# 

## Piotr J.

Witam wszystkich!

Potrzebuję pomocy od znawców tematu na w/w temat. Interesuje mnie założenie w domu instalacji, dzięki której mógłbym korzystać początkowo tylko z przycisku antynapadowego. Właściwie nie ja tylko zona , która ma lęki zostając sama. Nie mogę przez to zostawać długo na piwie  :Lol: . Instalacja z powiadomieniem agencji przez GSM, którą kiedyś mógłbym rozbudować o pełny system alarmowy z czujkami , kontraktonami, itd, najchętniej w sposób mieszany  bezprzewodowo i przewodowo, bo dom już gotowy , a nie wszędzie jestem w stanie przeciągnąć kable bez demolki. Myślałem  o czym opartym na Jablotronie, ale jestem kiepski w te klocki więc  dlatego pytam, jak to powinno wyglądać. Chcę wiedzieć co chce zanim pójdę z tym do fachowców. Proszę o odpowiedź. Dzięki z góry.

----------


## compi

Ja zadałem tego typu pytanie w wątku http://forum.muratordom.pl/instalacj...cja%20alarmowa . Niestety bez odpowiedzi. Mnie interesują porady dot. sposobów umiejscowienia takich włączników i ich rodzaje.

----------


## panda

> Myślałem  o czym opartym na Jablotronie


Za podobne pieniądze kupiłbym Satel Integra WRL + Abax. Pytanie tylko czego Ty od tego systemu oczekujesz? Bo



> Chcę wiedzieć co chce


to trochę za mało.

----------


## panda

> Mnie interesują porady dot. sposobów umiejscowienia takich włączników i ich rodzaje.
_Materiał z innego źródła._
#include "fmm/base/cpu.hpp"

#include <gtest/gtest.h>

#include <cstdlib>
#include <optional>
#include <string>

#include "fmm/error.hpp"
#include "fmm/kernels/dispatch.hpp"

namespace farsum {
namespace {

/// The environment variable set to a word (or unset) for the life of the object.
class TargetVariable {
 public:
  explicit TargetVariable(const char* word) {
    if (const char* old = std::getenv(kName)) old_ = old;
    word ? setenv(kName, word, 1) : unsetenv(kName);
  }
  ~TargetVariable() { old_ ? setenv(kName, old_->c_str(), 1) : unsetenv(kName); }
  TargetVariable(const TargetVariable&) = delete;
  TargetVariable& operator=(const TargetVariable&) = delete;

 private:
  static constexpr const char* kName = "FARSUM_CPU_TARGET";
  std::optional<std::string> old_;
};

TEST(CpuTarget, PortableIsSupportedEverywhere) {
  EXPECT_TRUE(cpu_supports(CpuTarget::portable));
}

TEST(CpuTarget, AutomaticTakesTheWidestThatTheMachineHas) {
  const TargetVariable unset(nullptr);
  const CpuTarget best = cpu_supports(CpuTarget::avx512) ? CpuTarget::avx512
                         : cpu_supports(CpuTarget::avx2) ? CpuTarget::avx2
                                                         : CpuTarget::portable;
  EXPECT_EQ(resolve_cpu_target(CpuTarget::automatic), best);
}

TEST(CpuTarget, EnvironmentVariableForcesATarget) {
  const TargetVariable word("portable");
  EXPECT_EQ(resolve_cpu_target(CpuTarget::automatic), CpuTarget::portable);
}

TEST(CpuTarget, AnExplicitOptionBeatsTheEnvironment) {
  const TargetVariable word("avx512");
  EXPECT_EQ(resolve_cpu_target(CpuTarget::portable), CpuTarget::portable);
}

TEST(CpuTarget, UnknownWordInTheEnvironmentIsNamed) {
  for (const char* text : {"sse9", "", "AVX2", "automatic"}) {
    const TargetVariable word(text);
    try {
      resolve_cpu_target(CpuTarget::automatic);
      FAIL() << "accepted \"" << text << "\"";
    } catch (const Error& error) {
      EXPECT_EQ(error.code(), ErrorCode::invalid_argument);
      EXPECT_NE(std::string(error.what()).find('"' + std::string(text) + '"'), std::string::npos) << error.what();
    }
  }
}

TEST(CpuTarget, ATargetThatTheMachineLacksIsRefused) {
  for (CpuTarget target : {CpuTarget::avx2, CpuTarget::avx512}) {
    if (cpu_supports(target)) {
      EXPECT_EQ(resolve_cpu_target(target), target);
    } else {
      EXPECT_THROW(resolve_cpu_target(target), Error);
    }
  }
}

TEST(CpuTarget, KernelTablesCarryTheNameOfTheirTarget) {
  for (CpuTarget target : {CpuTarget::portable, CpuTarget::avx2, CpuTarget::avx512}) {
    if (!cpu_supports(target)) continue;
    EXPECT_STREQ(kernels::kernel_table(target).name, cpu_target_name(target));
  }
}

}  // namespace
}  // namespace farsum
Za www.ochrona.pl - Przyciski napadowe – zakłada się w pomieszczeniach, w których często przebywają domownicy, tak żeby osobie napadanej łatwo było uruchomić alarm. Dogodnym miejscem zamontowania może być szafka nocna przy łóżku lub wybrane miejsce w kuchni czy w salonie. Istnieją też przyciski w formie przenośnej - piloty, którymi można uruchomić alarm z dowolnego miejsca w domu lub z terenu wokół niego.
Rodzaje znajdziesz w sklepach internetowych.
Reszta to już Twoja inwencja - przecież nikt Ci nie powie żebyś montował w tym czy w tamtym miejscu. To zależy od domu, zwyczajów domowników, stopnia zagrożenia.

----------


## Piotr J.

CHodziło mi o to co w skład takiej instalacji ma wchodzić, konkretnie jakie części skłądowe do uruchomienia są potrzebnei jakie polecacie. A czego oczekuje? Sprawnie działającego sytemu antynapadowego. Nie pytam gdzie w domu umieścić taki przycisk, to chyba oczywiste.

----------


## ravbc

Jeśli zadowala Cię sam przycisk antynapadowy z powiadomieniem, bez żadnej dodatkowej funkcjonalności, to wystarczający powinien być jakikolwiek moduł powiadamiania GSM reagujący na zmianę wejścia - czyli de facto jakikolwiek  :wink: . SMSa to wyśle (albo zadzwoni) po zwarciu wejścia, czyli po wciśnięciu przycisku. Najtańsze rozwiązanie pewnie w 300zł się zamknie. Oczywiście monitoring tego przez agencję ochrony w cenę wliczony nie jest. Instalacja z resztą też nie  :wink:

----------


## piotrulex

kupujesz centralke satela, modul gsm, odbiornik profilaktycznie z 4-kanalowy i programujesz tylko 1 kanal jako antynapad z powiadomieniem agencji i syrena w domu jako straszak. zona w domu nie rozstaje sie z pilotem i tyle. Ty masz opcje pozniejszej rozbudowy systemu o co tylko chcesz. sterowania bramami, strefami, czujki dymu i inne wynalazki

----------


## Piotr J.

piotrulex , Dzięki za odpowiedź. Ten odbiornik , to moduł bezprzewodowy? Bo taki jest potrzebny do pilota?

----------


## piotrulex

> piotrulex , Dzięki za odpowiedź. Ten odbiornik , to moduł bezprzewodowy? Bo taki jest potrzebny do pilota?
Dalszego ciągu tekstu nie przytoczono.